▶ _DIRECTIONS_
For each line below that holds "import", return the line as it stands.

BEGIN

import type { FitPolicyInput, FitPolicyPreview } from "../../shared/schemas/fit";
import { rows } from "../lib/db";
import { only } from "../lib/only";
import { fitDues } from "./fit-dues";

/** SQL: since when a site asks for tests of fit at all; a change of the figures moves nobody's date. */
export const ASKED_FROM = (everyMonths: string, afterFailDays: string): string =>
  `CASE WHEN ${everyMonths} IS NOT NULL OR ${afterFailDays} IS NOT NULL THEN coalesce(fit_asked_from, current_date) END`;

/** What would be due at a site if it tested fits like that. */
export async function previewFitPolicy(
  { id: siteId }: { id: string },
  { everyMonths, afterFailDays, firstDays }: FitPolicyInput,
): Promise<FitPolicyPreview> {
  const tried = `(SELECT id, CAST(:everyMonths AS int) AS fit_every_months, CAST(:afterFailDays AS int) AS fit_after_fail_days,
      CAST(:firstDays AS int) AS fit_first_days, ${ASKED_FROM("CAST(:everyMonths AS int)", "CAST(:afterFailDays AS int)")} AS fit_asked_from
    FROM sites WHERE id = :siteId)`;
  return only(
    await rows<FitPolicyPreview>(
      `SELECT count(*) FILTER (WHERE due_on <= current_date)::int AS "dueNowCount",
         count(*) FILTER (WHERE tested_on IS NULL AND due_on > current_date)::int AS "untestedCount",
         (min(due_on) FILTER (WHERE tested_on IS NULL AND due_on > current_date))::text AS "untestedFrom",
         (max(due_on) FILTER (WHERE tested_on IS NULL AND due_on > current_date))::text AS "untestedTo"
       FROM (${fitDues("TRUE", tried)}) d`,
      { siteId, everyMonths, afterFailDays, firstDays },
    ),
  );
}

END

▶ _EXERCISE OUTPUT_
import type { FitPolicyInput, FitPolicyPreview } from "../../shared/schemas/fit";
import { rows } from "../lib/db";
import { only } from "../lib/only";
import { fitDues } from "./fit-dues";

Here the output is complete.